Suppose that completely stopping a subatomic particle, such as an electron, could happen under certain conditions. What would be likely ways to get an electron to be perfectly still, or even just stop rotating the nucleus and collapse into it by electromagnetic forces? What would likely be required, below absolute-zero temperatures? Negative energy? Or could a 0 energy rest state not exist in any form, of any possible universe imaginable?
Let's say there was a magnetic field of a certain shape that we could postulate that is so intensely strong that if we put an electron in the center of it, it could not move at all in any direction. Would the energy requirement of the field be infinite? What would be the particle's recourse under this condition?
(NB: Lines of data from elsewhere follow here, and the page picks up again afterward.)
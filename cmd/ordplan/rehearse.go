package main

import (
	"bytes"
	"flag"
	"fmt"
	"io"
	"os"
	"path/filepath"
	"strings"

	"ordplan/plan"
	"ordplan/render"
	"ordplan/runner"
	"ordplan/runner/simulate"
)

const rehearseUsage = "usage: ordplan rehearse PLAN.yaml [--n N] [--out DIR] [--workers N] [--quiet] [--allow-unregistered-changes]"

// simulatedFile is the name of the simulated data among a rehearsal's outputs.
const simulatedFile = "simulated-data.csv"

// loadForSimulation reads a plan whose data need not exist yet, to
// simulate the rows given (assumptions.n when rows has no sizes).
func loadForSimulation(path string, rows plan.Rows) (*plan.Plan, error) {
	src, err := plan.ReadFile(path)
	if err != nil {
		return nil, err
	}
	return plan.ParseSimulation(src, path, rows)
}

// cmdRehearse runs the whole plan on data simulated from its assumptions.
func cmdRehearse(args []string, stdout, stderr io.Writer) int {
	rawArgs := append([]string(nil), args...)
	fs := newFlags("rehearse", stderr)
	n := fs.Int("n", 0, "rows to simulate (default: assumptions.n)")
	out := fs.String("out", "", "output directory (default: out/<plan name>-rehearsal)")
	workers := workersFlag(fs, "fits")
	quiet := fs.Bool("quiet", false, "no progress lines")
	allow := fs.Bool("allow-unregistered-changes", false, "rehearse although the plan departs from its frozen form without a stated reason (the report says so in its first lines)")
	planPath, stop, code := planArg(fs, args, rehearseUsage, stderr)
	if stop {
		return code
	}
	// Given, --n is judged whatever its value (0 included, the flag's
	// value when it is not given); not given, assumptions.n is simulated.
	nGiven := false
	fs.Visit(func(f *flag.Flag) { nGiven = nGiven || f.Name == "n" })
	var simulated plan.Rows
	if nGiven {
		if *n < plan.MinSimulatedRows {
			fmt.Fprintf(stderr, "ordplan rehearse: --n must be at least %d\n", plan.MinSimulatedRows)
			return exitUsage
		}
		if *n > plan.MaxSimulatedRows {
			fmt.Fprintf(stderr, "ordplan rehearse: --n %d is above %d, the most rows ordplan simulates (as for assumptions.n); give --n from %d to %d\n", *n, plan.MaxSimulatedRows, plan.MinSimulatedRows, plan.MaxSimulatedRows)
			return exitUsage
		}
		simulated = plan.Rows{Sizes: []int{*n}, Flag: "--n"}
	}
	p, err := loadForSimulation(planPath, simulated)
	if err != nil {
		fmt.Fprintln(stderr, err)
		return exitFail
	}
	warnUnedited(p, stderr)
	reg, code := registration(p, *allow, stderr)
	if code != exitOK {
		return code
	}
	sim, err := simulate.New(p)
	if err != nil {
		return fail(stderr, err)
	}
	dir := *out
	if dir == "" {
		base := filepath.Base(planPath)
		dir = filepath.Join("out", base[:len(base)-len(filepath.Ext(base))]+"-rehearsal")
	}
	olock, err := claimOutput(dir, "rehearse", append(reportFiles(p), simulatedFile), stderr)
	if err != nil {
		return fail(stderr, err)
	}
	defer olock.Unlock()
	rows := p.Assumptions.N
	if nGiven {
		rows = *n
	}
	var buf bytes.Buffer
	written, err := sim.WriteCounted(&buf, rows, 0)
	if err != nil {
		return fail(stderr, err)
	}
	tmp, err := olock.tempDir("ordplan-rehearse-")
	if err != nil {
		return fail(stderr, err)
	}
	q := *p
	q.Data.SetFile(simulatedFile, filepath.Join(tmp, simulatedFile))
	if err := os.WriteFile(q.Data.Path, buf.Bytes(), 0o644); err != nil {
		return fail(stderr, err)
	}
	opt := runner.Options{Workers: *workers}
	if !*quiet {
		pr := olock.progress(stderr)
		opt.Progress, opt.Resampled = pr, pr.resampled(&q)
	}
	res, err := runner.Run(&q, opt)
	if err != nil {
		// The simulated file lies in a temporary folder removed on return:
		// name it as the outputs would have.
		msg := strings.ReplaceAll(err.Error(), q.Data.Path, simulatedFile+" (not kept: the rehearsal wrote nothing)")
		return fail(stderr, fmt.Errorf("rehearsal on simulated data: %w", renamedError{msg, err}))
	}
	res.Command = commandLine(append([]string{"ordplan", "rehearse"}, resultArgs(fs, rawArgs, planPath)...))
	res.Registration = reg
	res.Simulated = &runner.Simulation{Command: "rehearse", N: rows, Seed: p.Seed, Link: sim.Link.String(), Model: sim.GeneratingModel(), File: simulatedFile, Truth: sim.Truth()}
	analysed := rows
	if len(p.Subset) > 0 && len(res.Outcomes) > 0 && res.Outcomes[0].Data != nil {
		// The rows that meet the subset; the missing values were counted
		// among those the subset does not exclude (Sim.WriteCounted), with
		// the rows whose subset column is missing.
		ds := res.Outcomes[0].AsRead()
		kept := ds.RowsRead - ds.RowsOutside - ds.RowsUndecided
		analysed = ds.RowsRead - ds.RowsOutside
		res.Simulated.Kept = &kept
		for _, c := range p.Subset {
			res.Simulated.Subset = append(res.Simulated.Subset, c.String())
		}
	}
	res.Simulated.Missing = sim.MissingRecord(written.Missing, analysed)
	res.Simulated.Weights = sim.WeightsRecord()
	res.Simulated.Truncated = sim.TruncationRecord(&written, rows)
	res.Simulated.Clusters = sim.ClustersRecord(rows)
	warnFound(p, res, stderr)
	dec := runner.BuildDecisions(res)
	files, err := render.Outputs(res, dec, nil)
	if err != nil {
		return fail(stderr, err)
	}
	files[simulatedFile] = buf.Bytes()
	if err := writeRun(olock, res, "rehearse", dir, files); err != nil {
		return fail(stderr, err)
	}
	printRegistration(stdout, reg, false)
	fmt.Fprintf(stdout, "%s: %d rows simulated from the plan's assumptions\n", render.SimulatedMark, rows)
	for _, o := range dec.Outcomes {
		chosen := "no model chosen"
		if o.Chosen != nil {
			chosen = "chosen: " + *o.Chosen
		}
		fmt.Fprintf(stdout, "%s: %s\n", o.Outcome, chosen)
	}
	// As run prints them; a rehearsal's exit code says only whether it
	// ran, so an analysis that could not be run changes it not.
	sensitivityLines(dec, stdout)
	fmt.Fprintf(stdout, "report: %s\n", filepath.Join(dir, "report.html"))
	return exitOK
}

// renamedError is err with another text (a temporary path named as the
// user knows it), keeping err for errors.As.
type renamedError struct {
	msg string
	err error
}

func (e renamedError) Error() string { return e.msg }
func (e renamedError) Unwrap() error { return e.err }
Further, suppose it were possible and one could trap an electron and stop all motion completely. What would this do to Heisenberg's Uncertainty Principle and/or Quantum Mechanics, because its position and momentum (0) would both be known? If it can be done, is Quantum Mechanics no longer an accurate model of reality under these conditions? Could we say QM is an accurate model under most conditions, except where it is possible to measure both position and momentum of a particle with zero uncertainty?
Clarification:
Please assume, confined in a thought experiment, that it IS possible to stop a particle so that is has 0 fixed energy. This may mean Quantum Mechanics is false, and it may also mean that under certain conditions the uncertainty commutation is 0. ASSUMING that it could physically be done, what would be likely to do it, and what would be the implications on the rest of physics?
Bonus Points
Now here's the step I'm really after – can anyone tell me why a model in which particles can be stopped is so obviously not the reality we live in? Consider the 'corrected' model is QM everywhere else (so all it's predictions hold in the 'normal' regions of the universe), but particles can be COMPLETELY stopped {{inside black holes, between supermagnetic fields, or insert other extremely difficult/rare conditions here}}. How do we know it's the case that because the uncertainty principle has lived up to testing on earth-accessable conditions, that it holds up under ALL conditions, everywhere, for all times?
Best Answer
This is just a misunderstanding--- "no motion" in quantum mechanics is a different concept than "no motion" in classical mechanics. At zero temperature, nothing stops. Spherical uncharged black holes don't stop particles at the singularity, they absorb particles and time just ends at the singularity for the infalling matter. The wavefunctions are not made to stop.
You can stop an electron by putting it in the ground state of Hydrogen. This is what it means to be stopped in quantum mechanics.
The reason one can be sure that the uncertainty principle applies to more than what we have seen is that it is impossible to make part of the world classical and part quantum mechanical, as understood by Bohr and Rosenfeld in the early days of quantum mechanics. The fact that the electron has an uncertainty principle means that there would be a contradiction if something else did not, because this would allow you to violate the uncertainty principle for electrons by interacting them with this new thing.
If the world is classical underneath, the classical variables will have very little relation to the position and momentum of classical point particles. This question is annoying, and it does not deserve any more attention than what it has gotten.